De cuál historia viene

o de qué luz sin tiempo

si el silencio se abre a los escombros

como otra oscuridad

y no hay casa asomada para verlo

o menudo rincón que nos explique

qué locuras incipientes desanduvo

cuando era apenas virtuoso transeúnte

cuerdo aprendiz en la danza de los ébanos

instado por rebelde confusión

a ser paria ambulante

de un país manicomio

ante el desastre

que los condena

a transitar el inframundo

de donde saldrán fortalecidos

si cuidan de las auras

cruel conjuro

a la tierra y su preludio.

Cómo pasa de largo sin mirarnos

ni apenas percatarse

de que el sol y nosotros lo seguimos

hasta que se nos pierda

sin dar la bendición

o pedirla con algún saludo

como una disuelta

aparición entre los ojos

sumado en ese lienzo

de lodo abandonado

a punto de dejarnos como si

no fuera más que

un truco trashumante:

una sombra chinesca del paisaje

que puede no ser cuerda

mas concuerda con la imagen

de esa realidad que nos trastorna

como un rompecabezas desolado

que la naturaleza convirtió

en el desamparado Haití de los naipes.

III

(Caída Salvación)

Caído sobre su propia humanidad

el ángel de ébano

ebrio de gozo se desnuda

sin reparar en la mano que lo mira

eternizar la desgarrada calle

por donde camina

orando al lodo desde su locura:

una brecha sin Moisés a la salida

con la que busca desprenderse

 de otra alma por encima

impedida de azorar la soledad

que todos visten hoy

cuando la intemperie no claudica

y la tragedia se hace horror

que contamina.

Alzado como una salvación

sobre las ruinas 

que otros continúan

se entrega a la impiedad

de los que miran sin llorar

el mágico bregar del pronto día

para el país inexistente

siendo más que una sombra

certeza irreverente

del sismo interior que los oxida

entre la polvareda humana

de un siglo demente y miserable

que absorbe la soberbia

sobre media isla de fantasmas

cuyo remedio está por definirse

pues no descansa en la agonía

ni en la desolación

de estos ángeles negros

que atraviesan

desde la indefensión

a la epopeya más

ardua de su vida

pero tampoco

en la manada que perfila

otro destino falaz

que los oprima

cuando esa luz definitiva

pudiera resurgir

entre las manos voraces

que construyan

su reino en este mundo:

sitio donde confluyan

los ángeles en yunta

cuya luz es y será

locura compartida

cuando la sombra ayuna

sobre la isla que jamás

los resucita.

José Antonio Gutiérrez Caballero

Miami, 6 de febrero del 2010.

DESNUDO EN HAITÍ

Foto de Cristóbal Manuel, para EL PAÍS.COM

Por FRANCISCO PEREGIL (Enviado Especial) – Puerto Príncipe – 05/02/2010

Pasea siempre solo, desnudo, sin rumbo. De vez en cuando se detiene, mira al frente, bosteza, se rasca el costado y continúa su camino con los brazos caídos. Si un coche pasa demasiado cerca, se recoge unos centímetros en la acera y sigue andando. Lo echan de un sitio y se va a otro. Sin protestar. A las seis de la mañana se le puede ver en cualquier calle. El frío le hace abrazarse a sí mismo entre la gente que carga con sacos de arroz y bidones de agua en la cabeza. No mira a nadie y nadie le mira. ¿Quién está más trastornado? ¿El chico desnudo o la sociedad que ni siquiera repara en él, que no tiene resortes para acogerlo en ningún lado como cualquier ser humano se merece? ¿Quién vive más enajenado?

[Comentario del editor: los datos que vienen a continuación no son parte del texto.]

std::string summary_json(const Prediction& p, const std::vector<std::string>& files) {
  nlohmann::ordered_json j;
  j["spurcast_version"] = SPURCAST_VERSION;
  j["title"] = p.scenario.title;
  j["scenario"] = p.scenario.file;
  j["source"] = to_string(p.source_kind);
  j["receiver_path"] = to_string(p.receiver_path);
  if (p.mains_gating) {
    const MainsGating& g = *p.mains_gating;
    nlohmann::ordered_json bands = nlohmann::ordered_json::object();
    for (const auto& [band, reading] : g.band_readings) {
      bands[to_string(band)] = reading == ModulatedReading::several_harmonics ? "crest" : to_string(reading);
    }
    j["mains_gating"] = {{"mains_frequency_hz", rounded(g.mains_frequency_hz, 3)},
                         {"crest_input_v", rounded(g.crest_input_v, 3)},
                         {"switching_threshold_v", rounded(g.switching_threshold_v, 3)},
                         {"switching_fraction", rounded(g.switching_fraction, 4)},
                         {"instants", g.phases},
                         {"bands", bands}};
    if (g.conduction == Conduction::critical) {
      j["mains_gating"]["conduction"] = conduction_name(g.conduction);
      j["mains_gating"]["lowest_switching_hz"] = rounded(g.lowest_switching_hz, 1);
      j["mains_gating"]["highest_switching_hz"] = rounded(g.highest_switching_hz, 1);
      j["mains_gating"]["clamped_instants"] = g.clamped_phases;
    }
  }
  j["verdict"] = to_string(p.verdict);
  // What was not computed comes right after the verdict it qualifies.
  nlohmann::ordered_json not_computed = nlohmann::ordered_json::array();
  for (const NotComputed& part : p.margins.not_computed) {
    not_computed.push_back({{"limit", part.limit_label},
                            {"from_hz", rounded(part.from_hz, 1)},
                            {"to_hz", std::isfinite(part.to_hz) ? nlohmann::ordered_json(rounded(part.to_hz, 1))
                                                                : nlohmann::ordered_json()},
                            {"reason", part.reason}});
  }
  for (const UncomputedRange& range : p.unread_bands) {
    not_computed.push_back({{"range", range.what},
                            {"from_hz", rounded(range.from_hz, 1)},
                            {"to_hz", rounded(range.to_hz, 1)},
                            {"reason", range.reason}});
  }
  for (const BandReception& b : p.reception) {
    if (b.verdict != ReceptionVerdict::not_computed) continue;
    not_computed.push_back({{"broadcast_band", b.band.name},
                            {"from_hz", rounded(std::max(b.band.low_hz, p.computed_up_to_hz), 1)},
                            {"to_hz", rounded(b.band.high_hz, 1)},
                            {"reason", "the source's lines stop at " +
                                           format_quantity(p.computed_up_to_hz, Dimension::frequency, 5)}});
  }
  j["not_computed"] = not_computed;
  // A capture that drives one path: the other path's noise is missing from every margin.
  const std::string single_path = single_path_warning(p);
  j["paths"] = p.common_mode_only ? "common mode only" : p.differential_mode_only ? "differential mode only" : "both";
  if (!single_path.empty()) j["paths_warning"] = single_path;
  j["guard_db"] = rounded(p.margins.guard_db, 2);
  nlohmann::ordered_json worst_per = nlohmann::ordered_json::object();
  for (const DetectorMargin& d : p.margins.worst_per_detector) {
    worst_per[to_string(d.detector)] = rounded(d.worst.margin_db, 2);
  }
  j["worst_margin_db"] = worst_per;
  j["worst"] = p.margins.worst ? margin_row_json(*p.margins.worst, p.margins.guard_db) : nlohmann::ordered_json();
  nlohmann::ordered_json worst_list = nlohmann::ordered_json::array();
  for (const WorstFrequency& w : worst_frequencies(p, 5)) {
    const nlohmann::ordered_json row = margin_row_json(w.row, p.margins.guard_db);
    worst_list.push_back(row);
  }
  j["worst_frequencies"] = worst_list;
  j["contributors"] = contributors_json(p.contributors);
  j["contributors_requested"] = contributors_json(p.contributors_requested);
  const std::optional<double> u = uncertainty_for(p);
  j["uncertainty_db"] = u ? nlohmann::ordered_json(rounded(*u, 2)) : nlohmann::ordered_json();
  nlohmann::ordered_json limits = nlohmann::ordered_json::array();
  for (const LimitSet& set : p.scenario.limits.sets) {
    limits.push_back({{"name", set.name},
                      {"file", set.file},
                      {"measures", to_string(set.measures)},
                      {"source", set.source},
                      {"confidence", set.confidence_text}});
  }
  j["limits"] = limits;
  nlohmann::ordered_json bands = nlohmann::ordered_json::array();
  for (const BandReception& b : p.reception) {
    nlohmann::ordered_json band;
    band["name"] = b.band.name;
    band["region"] = b.band.region;
    band["low_hz"] = rounded(b.band.low_hz, 1);
    band["high_hz"] = rounded(b.band.high_hz, 1);
    band["verdict"] = reception_verdict_name(b.verdict);
    band["antenna"] = antenna_name(b.antenna);
    if (b.worst_channel) {
      const ChannelReception& c = b.channels[*b.worst_channel];
      band["worst_channel_hz"] = rounded(c.centre_hz, 1);
      band["worst_level_dbuvm"] = rounded(c.level_dbuvm, 2);
      nlohmann::ordered_json shares = nlohmann::ordered_json::object();
      for (std::size_t r = 0; r < radiator_count; ++r) {
        shares[radiator_name(static_cast<Radiator>(r))] = rounded(c.radiator_share[r], 4);
      }
      band["radiator_shares"] = shares;
    } else {
      band["worst_channel_hz"] = nullptr;
      band["worst_level_dbuvm"] = nullptr;
    }
    bands.push_back(band);
  }
  j["bands"] = bands;
  j["broadcast_assumptions"] = p.reception_assumptions;
  nlohmann::ordered_json scans = nlohmann::ordered_json::array();
  for (const BandScan& scan : p.scans) {
    const BandParameters band = band_parameters(scan.band);
    scans.push_back({{"band", to_string(scan.band)},
                     {"start_hz", rounded(band.start_hz, 1)},
                     {"stop_hz", rounded(band.stop_hz, 1)},
                     {"bandwidth_6db_hz", rounded(scan.worst.bandwidth_6db_hz, 1)},
                     {"step_hz", rounded(scan.worst.step_hz, 1)},
                     {"points", scan.worst.readings.size()},
                     {"lines", scan.line2 ? 2 : 1}});
  }
  j["scans"] = scans;
  j["lisn_setup"] = p.setup_description;
  j["notes"] = p.notes;
  j["files"] = files;
  return j.dump(2) + "\n";
}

El chaval desnudo se ha convertido en un símbolo inconsciente de la indefensión de Haití. Una indefensión que ya era patente, igual que su desnudez, antes del terremoto. Con cada autobús, cada coche o cada moto que sortea, cada peatón que se cruza, cada tienda de móviles, el joven va desnudando las grandes palabras de este siglo: ayuda humanitaria, cooperación, solidaridad internacional, reconstrucción.

Desnuda también a sus compatriotas, ricos y pobres. Después del 12 de enero hay bajo sus pies más cristales, escombros y alambres, pero su historia ya era así antes de la catástrofe. En el centro de Puerto Príncipe, muy cerca del Palacio Presidencial, desde toda la vida, algunos “locos” se pasean en cueros sin que nadie haga nada por ellos.

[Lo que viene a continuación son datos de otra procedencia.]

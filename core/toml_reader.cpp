#include "core/toml_reader.hpp"

#include <algorithm>
#include <cmath>
#include <fstream>
#include <sstream>

namespace spurcast {

SourcePosition position_of(const toml::node& node, const std::string& file) {
  const auto& begin = node.source().begin;
  return SourcePosition{file, static_cast<int>(begin.line), static_cast<int>(begin.column)};
}

namespace {

toml::table parse_or_throw(std::string_view text, const std::string& name) {
  try {
    return toml::parse(text, name);
  } catch (const toml::parse_error& e) {
    const auto& begin = e.source().begin;
    throw Error(SourcePosition{name, static_cast<int>(begin.line), static_cast<int>(begin.column)},
                "invalid TOML: " + std::string(e.description()));
  }
}

std::string type_name(const toml::node& node) {
  switch (node.type()) {
    case toml::node_type::string: return "a string";
    case toml::node_type::integer: return "an integer";
    case toml::node_type::floating_point: return "a number";
    case toml::node_type::boolean: return "a boolean";
    case toml::node_type::table: return "a table";
    case toml::node_type::array: return "an array";
    default: return "a date or time";
  }
}

std::string quoted_list(const std::vector<std::string>& items) {
  std::string text;
  for (std::size_t i = 0; i < items.size(); ++i) {
    if (i > 0) text += i + 1 == items.size() ? " or " : ", ";
    text += items[i];
  }
  return text;
}

std::size_t edit_distance(std::string_view a, std::string_view b) {
  std::vector<std::size_t> row(b.size() + 1);
  for (std::size_t j = 0; j <= b.size(); ++j) row[j] = j;
  for (std::size_t i = 1; i <= a.size(); ++i) {
    std::size_t diagonal = row[0];
    row[0] = i;
    for (std::size_t j = 1; j <= b.size(); ++j) {
      const std::size_t above = row[j];
      row[j] = std::min({row[j] + 1, row[j - 1] + 1, diagonal + (a[i - 1] == b[j - 1] ? 0 : 1)});
      diagonal = above;
    }
  }
  return row[b.size()];
}

}  // namespace

toml::table parse_toml_file(const std::string& path) {
  std::ifstream in(path, std::ios::binary);
  if (!in) throw Error(SourcePosition{path, 0, 0}, "cannot open file");
  std::ostringstream buffer;
  buffer << in.rdbuf();
  return parse_or_throw(buffer.str(), path);
}

toml::table parse_toml_text(std::string_view text, const std::string& name) {
  return parse_or_throw(text, name);
}

std::string nearest_key(std::string_view key, const std::vector<std::string>& valid) {
  std::string best;
  std::size_t best_distance = std::max<std::size_t>(2, key.size() / 3) + 1;
  for (const std::string& candidate : valid) {
    const std::size_t d = edit_distance(key, candidate);
    if (d < best_distance) {
      best_distance = d;
      best = candidate;
    }
  }
  return best;
}

double quantity_from_node(const toml::node& node, Dimension dimension, const std::string& file) {
  if (const auto* integer = node.as_integer()) return static_cast<double>(integer->get());
  if (const auto* floating = node.as_floating_point()) {
    if (!std::isfinite(floating->get())) {
      throw Error(position_of(node, file), "expected " + dimension_name(dimension) + ", found a non-finite number");
    }
    return floating->get();
  }
  if (const auto* text = node.as_string()) {
    try {
      return parse_quantity(text->get(), dimension);
    } catch (const Error& e) {
      throw Error(position_of(node, file), e.message());
    }
  }
  throw Error(position_of(node, file),
              "expected " + dimension_name(dimension) + ", found " + type_name(node));
}

TableReader::TableReader(const toml::table& table, std::string file, std::string where)
    : table_(table), file_(std::move(file)), where_(std::move(where)) {}

bool TableReader::has(std::string_view key) const { return table_.contains(key); }

const toml::node* TableReader::lookup(std::string_view key) {
  const toml::node* found = table_.get(key);
  if (found != nullptr) used_.emplace(key);
  return found;
}

const toml::node* TableReader::node(std::string_view key) { return lookup(key); }

SourcePosition TableReader::position(std::string_view key) const {
  if (const toml::node* found = table_.get(key)) return position_of(*found, file_);
  return table_position();
}

SourcePosition TableReader::table_position() const { return position_of(table_, file_); }

void TableReader::fail(std::string_view key, const std::string& message) const {
  throw Error(position(key), message);
}

double TableReader::required_quantity(std::string_view key, Dimension dimension) {
  const toml::node* found = lookup(key);
  if (found == nullptr) {
    throw Error(table_position(), "missing key '" + std::string(key) + "' in [" + where_ +
                                      "] (expected " + dimension_name(dimension) + ")");
  }
  return quantity_from_node(*found, dimension, file_);
}

std::optional<double> TableReader::optional_quantity(std::string_view key, Dimension dimension) {
  const toml::node* found = lookup(key);
  if (found == nullptr) return std::nullopt;
  return quantity_from_node(*found, dimension, file_);
}

double TableReader::quantity_or(std::string_view key, Dimension dimension, double fallback) {
  return optional_quantity(key, dimension).value_or(fallback);
}

std::optional<std::string> TableReader::optional_string(std::string_view key) {
  const toml::node* found = lookup(key);
  if (found == nullptr) return std::nullopt;
  if (const auto* text = found->as_string()) return text->get();
  throw Error(position_of(*found, file_), "expected a string, found " + type_name(*found));
}

std::string TableReader::required_string(std::string_view key) {
  auto value = optional_string(key);
  if (!value) {
    throw Error(table_position(),
                "missing key '" + std::string(key) + "' in [" + where_ + "] (expected a string)");
  }
  return *value;
}

std::optional<std::string> TableReader::optional_choice(std::string_view key,
                                                        const std::vector<std::string>& choices) {
  auto value = optional_string(key);
  if (!value) return std::nullopt;
  if (std::find(choices.begin(), choices.end(), *value) == choices.end()) {
    std::string message = "expected one of " + quoted_list(choices) + ", found \"" + *value + "\"";
    const std::string near = nearest_key(*value, choices);
    if (!near.empty()) message += "; did you mean '" + near + "'?";
    fail(key, message);
  }
  return value;
}

std::string TableReader::required_choice(std::string_view key, const std::vector<std::string>& choices) {
  auto value = optional_choice(key, choices);
  if (!value) {
    throw Error(table_position(), "missing key '" + std::string(key) + "' in [" + where_ +
                                      "] (expected one of " + quoted_list(choices) + ")");
  }
  return *value;
}

std::optional<std::int64_t> TableReader::optional_integer(std::string_view key) {
  const toml::node* found = lookup(key);
  if (found == nullptr) return std::nullopt;
  if (const auto* integer = found->as_integer()) return integer->get();
  throw Error(position_of(*found, file_), "expected an integer, found " + type_name(*found));
}

std::optional<bool> TableReader::optional_bool(std::string_view key) {
  const toml::node* found = lookup(key);
  if (found == nullptr) return std::nullopt;
  if (const auto* boolean = found->as_boolean()) return boolean->get();
  throw Error(position_of(*found, file_), "expected true or false, found " + type_name(*found));
}

std::vector<std::string> TableReader::string_array(std::string_view key) {
  std::vector<std::string> items;
  const toml::node* found = lookup(key);
  if (found == nullptr) return items;
  if (const auto* text = found->as_string()) return {text->get()};  // a lone string is a list of one
  const auto* array = found->as_array();
  if (array == nullptr) {
    throw Error(position_of(*found, file_), "expected an array of strings, found " + type_name(*found));
  }
  for (const toml::node& element : *array) {
    const auto* text = element.as_string();
    if (text == nullptr) {
      throw Error(position_of(element, file_), "expected a string, found " + type_name(element));
    }
    items.push_back(text->get());
  }
  return items;
}

const toml::table* TableReader::optional_table(std::string_view key) {
  const toml::node* found = lookup(key);
  if (found == nullptr) return nullptr;
  if (const auto* table = found->as_table()) return table;
  throw Error(position_of(*found, file_), "expected a table, found " + type_name(*found));
}

std::vector<const toml::table*> TableReader::table_array(std::string_view key) {
  std::vector<const toml::table*> tables;
  const toml::node* found = lookup(key);
  if (found == nullptr) return tables;
  if (const auto* single = found->as_table()) return {single};
  const auto* array = found->as_array();
  if (array == nullptr) {
    throw Error(position_of(*found, file_), "expected an array of tables, found " + type_name(*found));
  }
  for (const toml::node& element : *array) {
    const auto* table = element.as_table();
    if (table == nullptr) {
      throw Error(position_of(element, file_), "expected a table, found " + type_name(element));
    }
    tables.push_back(table);
  }
  return tables;
}

void TableReader::finish(const std::vector<std::string>& valid_keys) const {
  // Report the first unknown key in file order, for a stable message.
  const toml::key* first = nullptr;
  for (const auto& [key, value] : table_) {
    (void)value;
    if (std::find(valid_keys.begin(), valid_keys.end(), key.str()) != valid_keys.end()) continue;
    const auto& begin = key.source().begin;
    if (first == nullptr || begin.line < first->source().begin.line ||
        (begin.line == first->source().begin.line && begin.column < first->source().begin.column)) {
      first = &key;
    }
  }
  if (first == nullptr) return;
  const auto& begin = first->source().begin;
  std::string message = "unknown key '" + std::string(first->str()) + "' in [" + where_ + "]";
  const std::string near = nearest_key(first->str(), valid_keys);
  if (!near.empty()) message += "; did you mean '" + near + "'?";
  throw Error(SourcePosition{file_, static_cast<int>(begin.line), static_cast<int>(begin.column)}, message);
}

}  // namespace spurcast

Son pocos, pero son. Las ruinas del terremoto sólo han puesto el decorado idóneo detrás de ellos. La estampa podría servir para que un publicista avispado idee un anuncio en el que ensalce la fuerza, la independencia y la libertad de la juventud ante cualquier situación.

Tendría mucho éxito en cualquier sitio, menos en Haití.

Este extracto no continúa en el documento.